It could be partition damage, You will need good recovery software to get your Data back, here is one of the best there is.
http://www.runtime.org/data-recovery-software.htm



> Is there any other option aside from someone physically clearing the drive and overwriting with zeros?


Not in 5 minutes.

Raid 1 is not a good backup strategy, I would run a single drive and use Acronis on a backup schedule to external usb drives. Use 2 or 3 usb drives, rotate them out, someone in the office should take the latest backup home with them every night. You can configure Acronis to do several incremental backups during the day. When disaster strikes the Acronis image can be restored to the hard drive in less than an hour.

http://www.acronis.com/backup-recovery/server-windows/

To get you back and running, I would install a new drive in the Server and reinstall the OS.

.

.


----------



## geddiesburg (Apr 27, 2010)

Hey man, I can and will certainly do that. My fear with starting fresh is the entire network looses internet connectivity once the server is removed. I have no idea how everything is set up, some cluster company came in and did everything half heartedly. I am quickly reminded of a bird's nest when I look at the wiring and setup.
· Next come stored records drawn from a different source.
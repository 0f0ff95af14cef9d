//! Speed and size of figures (`mobilis-plot`, as `plot.render` and `report.render` use it):
//!
//! - `hall_density` of a `hall.reduce`-shaped table of 100 samples x 625 temperatures
//!   (62 500 rows, one series per sample);
//! - `columns` of a million raw readings (voltage against temperature), where the drawing is
//!   thinned to at most 4000 markers per series;
//! - each as SVG and as a Vega-Lite specification, with the size of each.
//!
//! Run it with
//!
//! ```text
//! cargo bench -p mobilis-tests --bench figures
//! ```
//!
//! Each time is the wall time of one build-and-render after one untimed warm-up, median and
//! fastest of several repetitions.

use mobilis_plot::{FigureCatalog, PlotOptions};
use mobilis_sdk::figure_spec::FigureSpec;
use mobilis_tests::bench::{format_kib, format_seconds, invoked_as_benchmark, measure, peak_rss_kib};
use polars::prelude::*;

const BENCH: &str = "figures";

// `hall.reduce`'s figure declarations, read from the plugin's source as the daemon would get
// them from its declaration.
#[path = "../../plugins/hall/src/figures.rs"]
mod hall_figures;

/// The figures the bench draws by kind: those `hall.reduce` declares.
fn hall_declarations() -> &'static [FigureSpec] {
    static FIGURES: std::sync::OnceLock<Vec<FigureSpec>> = std::sync::OnceLock::new();
    FIGURES.get_or_init(hall_figures::reduce)
}

/// A table shaped like `hall.reduce` output: sample, temperature, density with uncertainty.
fn reduced_table(samples: usize, temperatures: usize) -> DataFrame {
    let rows = samples * temperatures;
    let mut sample = Vec::with_capacity(rows);
    let mut temperature = Vec::with_capacity(rows);
    let mut density = Vec::with_capacity(rows);
    let mut density_unc = Vec::with_capacity(rows);
    for s in 0..samples {
        for t in 0..temperatures {
            let kelvin = 20.0 + 380.0 * t as f64 / (temperatures - 1) as f64;
            let n = 3e21 * (1.0 + s as f64 * 1e-3) / (1.0 + (60.0 / kelvin).powi(4));
            sample.push(format!("S{s:03}"));
            temperature.push(kelvin);
            density.push(n);
            density_unc.push(0.01 * n);
        }
    }
    df!(
        "sample" => sample,
        "temperature_K" => temperature,
        "field_T" => vec![0.5; rows],
        "density_m3" => density,
        "density_m3_unc" => density_unc,
    )
    .expect("a consistent table")
}

/// A million raw readings: temperature and voltage columns only.
fn readings(rows: usize) -> DataFrame {
    let temperature: Vec<f64> = (0..rows).map(|i| 20.0 + 380.0 * (i % 625) as f64 / 624.0).collect();
    let voltage: Vec<f64> = temperature.iter().map(|t| 0.05 / (1.0 + t / 100.0)).collect();
    df!("temperature_K" => temperature, "voltage_V" => voltage).expect("a consistent table")
}

fn report(label: &str, frame: &DataFrame, options: &PlotOptions) {
    let mut catalog = FigureCatalog::new();
    catalog.add("hall.reduce", hall_declarations());
    let figure = mobilis_plot::build(frame, "bench", options, &catalog).expect("the figure builds");
    let svg_bytes = figure.to_svg().len();
    let vega_bytes = figure.to_vega_lite().to_string().len();
    let timing = measure(1, 5, || {
        let figure = mobilis_plot::build(frame, "bench", options, &catalog).expect("the figure builds");
        (figure.to_svg().len(), figure.to_vega_lite().to_string().len())
    });
    println!(
        "{label:<44} {} median, {} fastest; SVG {:.1} kB, Vega-Lite {:.1} kB",
        format_seconds(timing.median_s),
        format_seconds(timing.min_s),
        svg_bytes as f64 / 1e3,
        vega_bytes as f64 / 1e3
    );
}

fn main() {
    if !invoked_as_benchmark(BENCH) {
        return;
    }
    let hall = reduced_table(100, 625);
    report(
        "hall_density, 62 500 rows, 100 series",
        &hall,
        &PlotOptions {
            kind: Some("hall_density".into()),
            ..Default::default()
        },
    );
    let raw = readings(1_000_000);
    report(
        "columns, 1 000 000 readings, thinned",
        &raw,
        &PlotOptions {
            kind: Some("columns".into()),
            x: Some("temperature_K".into()),
            y: vec!["voltage_V".into()],
            ..Default::default()
        },
    );
    println!("peak RSS {}", format_kib(peak_rss_kib()));
}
Each computer is set up differently on the server. 

Anyway, how do I keep the internet from dropping when the server is disconnected? It's connected into a switch along with all of the computers on the network which is fed by a d-link router and cable modem. Thanks a ton in advance


----------



## Mumbodog (Oct 3, 2007)

> Anyway, how do I keep the internet from dropping when the server is disconnected?


Hard to answer that, we would need to know how the network was configured, is it a Domain controller Server?

When you connected that PC to the router, did you reboot it and see if it connects to the internet then?


----------



## geddiesburg (Apr 27, 2010)

Hey man,

Yes, turns out it's a domain controller server. That's a little out of my realm, I've never worked with one. Anyway, is there an easy way to get the internet going on each machine? I'm guessing I have to go into each and remove the domain connection then reboot and things should be good to go?

Thanks for all the help!


----------



## avisitor (Jul 13, 2008)

I'm guessing that the old machine was either a DNS Server, DHCP Server, or both. 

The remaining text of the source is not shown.